== Segment start ==

class Profiles:
    """The profiles of a model, each traced once."""

    def __init__(self, placements: Placements) -> None:
        self._placements = placements
        self._by_id: dict[int, Profile | UnreadableError] = {}

    def of(self, profile: Entity) -> Profile:
        """Return a profile as polygons; raises UnreadableError where it cannot be."""
        step_id = profile.id()
        if step_id not in self._by_id:
            try:
                self._by_id[step_id] = self._read(profile)
            except UnreadableError as error:
                self._by_id[step_id] = error
        found = self._by_id[step_id]
        if isinstance(found, UnreadableError):
            raise found
        return found

    def _read(self, profile: Entity) -> Profile:
        name = text(profile, "ProfileName")
        kind = profile.is_a()
        if get(profile, "ProfileType") == "CURVE":
            raise UnreadableError("profile is a curve without an area")
        if kind in ("IfcDerivedProfileDef", "IfcMirroredProfileDef"):
            found = self._derived(profile)
        elif kind == "IfcCompositeProfileDef":
            found = self._composite(profile)
        elif kind in ("IfcArbitraryClosedProfileDef", "IfcArbitraryProfileDefWithVoids"):
            found = self._arbitrary(profile)
        elif kind in FAMILIES:
            found = self._parametric(profile)
        else:
            raise UnreadableError(f"profile of class {kind}")
        if not (math.isfinite(found.area) and found.area > 0):
            raise UnreadableError("profile without an area")
        return Profile(found.rings, name or found.name)

    def _parametric(self, profile: Entity) -> Profile:
        scale = self._placements.scale

        def length(name: str, default: float | None = None) -> float:
            value = get(profile, name)
            if value is None and default is None:
                raise UnreadableError(f"{profile.is_a()} without {name}")
            return default if value is None and default is not None else float(value) * scale

        family = FAMILIES[profile.is_a()]
        for slope in SLOPES.get(family, ()):
            if get(profile, slope):
                raise UnreadableError(f"{profile.is_a()} with sloping faces")
        rings = tuple(ring(pieces, hole=number > 0) for number, pieces in enumerate(family(length)))
        matrix = self._placements.axes(get(profile, "Position"))
        return Profile(rings) if matrix is IDENTITY else Profile(rings).moved(matrix)

    def _arbitrary(self, profile: Entity) -> Profile:
        curves = (get(profile, "OuterCurve"), *several(profile, "InnerCurves"))
        rings = tuple(
            ring(read_pieces(curve, self._placements), hole=number > 0)
            for number, curve in enumerate(curves)
        )
        require_simple(rings)
        return Profile(rings)

    def _derived(self, profile: Entity) -> Profile:
        parent = self.of(get(profile, "ParentProfile"))
        if profile.is_a() == "IfcMirroredProfileDef":
            return parent.moved(np.diag((-1.0, 1.0, 1.0, 1.0)))
        return parent.moved(self._placements.operator(get(profile, "Operator")))

    def _composite(self, profile: Entity) -> Profile:
        from shapely import Polygon, unary_union

        parts = [self.of(part) for part in several(profile, "Profiles")]
        joined = unary_union([Polygon(part.rings[0], part.rings[1:]) for part in parts])
        if not isinstance(joined, Polygon):
            raise UnreadableError("composite profile of separate parts")
        rings = [joined.exterior, *joined.interiors]
        return Profile(
            tuple(
                ring([Corner((x, y)) for x, y in part.coords], hole=number > 0)
                for number, part in enumerate(rings)
            )
        )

== Segment end ==

# Task directions
Once you have read the entries, write them all out again exactly.

# Written answer
class Profiles:
    """The profiles of a model, each traced once."""

    def __init__(self, placements: Placements) -> None:
        self._placements = placements
        self._by_id: dict[int, Profile | UnreadableError] = {}

    def of(self, profile: Entity) -> Profile:
        """Return a profile as polygons; raises UnreadableError where it cannot be."""
        step_id = profile.id()
        if step_id not in self._by_id:
            try:
                self._by_id[step_id] = self._read(profile)
            except UnreadableError as error:
                self._by_id[step_id] = error
        found = self._by_id[step_id]
        if isinstance(found, UnreadableError):
            raise found
        return found

    def _read(self, profile: Entity) -> Profile:
        name = text(profile, "ProfileName")
        kind = profile.is_a()
        if get(profile, "ProfileType") == "CURVE":
            raise UnreadableError("profile is a curve without an area")
        if kind in ("IfcDerivedProfileDef", "IfcMirroredProfileDef"):
            found = self._derived(profile)
        elif kind == "IfcCompositeProfileDef":
            found = self._composite(profile)
        elif kind in ("IfcArbitraryClosedProfileDef", "IfcArbitraryProfileDefWithVoids"):
            found = self._arbitrary(profile)
        elif kind in FAMILIES:
            found = self._parametric(profile)
        else:
            raise UnreadableError(f"profile of class {kind}")
        if not (math.isfinite(found.area) and found.area > 0):
            raise UnreadableError("profile without an area")
        return Profile(found.rings, name or found.name)

    def _parametric(self, profile: Entity) -> Profile:
        scale = self._placements.scale

        def length(name: str, default: float | None = None) -> float:
            value = get(profile, name)
            if value is None and default is None:
                raise UnreadableError(f"{profile.is_a()} without {name}")
            return default if value is None and default is not None else float(value) * scale

        family = FAMILIES[profile.is_a()]
        for slope in SLOPES.get(family, ()):
            if get(profile, slope):
                raise UnreadableError(f"{profile.is_a()} with sloping faces")
        rings = tuple(ring(pieces, hole=number > 0) for number, pieces in enumerate(family(length)))
        matrix = self._placements.axes(get(profile, "Position"))
        return Profile(rings) if matrix is IDENTITY else Profile(rings).moved(matrix)

    def _arbitrary(self, profile: Entity) -> Profile:
        curves = (get(profile, "OuterCurve"), *several(profile, "InnerCurves"))
        rings = tuple(
            ring(read_pieces(curve, self._placements), hole=number > 0)
            for number, curve in enumerate(curves)
        )
        require_simple(rings)
        return Profile(rings)

    def _derived(self, profile: Entity) -> Profile:
        parent = self.of(get(profile, "ParentProfile"))
        if profile.is_a() == "IfcMirroredProfileDef":
            return parent.moved(np.diag((-1.0, 1.0, 1.0, 1.0)))
        return parent.moved(self._placements.operator(get(profile, "Operator")))

    def _composite(self, profile: Entity) -> Profile:
        from shapely import Polygon, unary_union

        parts = [self.of(part) for part in several(profile, "Profiles")]
        joined = unary_union([Polygon(part.rings[0], part.rings[1:]) for part in parts])
        if not isinstance(joined, Polygon):
            raise UnreadableError("composite profile of separate parts")
        rings = [joined.exterior, *joined.interiors]
        return Profile(
            tuple(
                ring([Corner((x, y)) for x, y in part.coords], hole=number > 0)
                for number, part in enumerate(rings)
            )
        )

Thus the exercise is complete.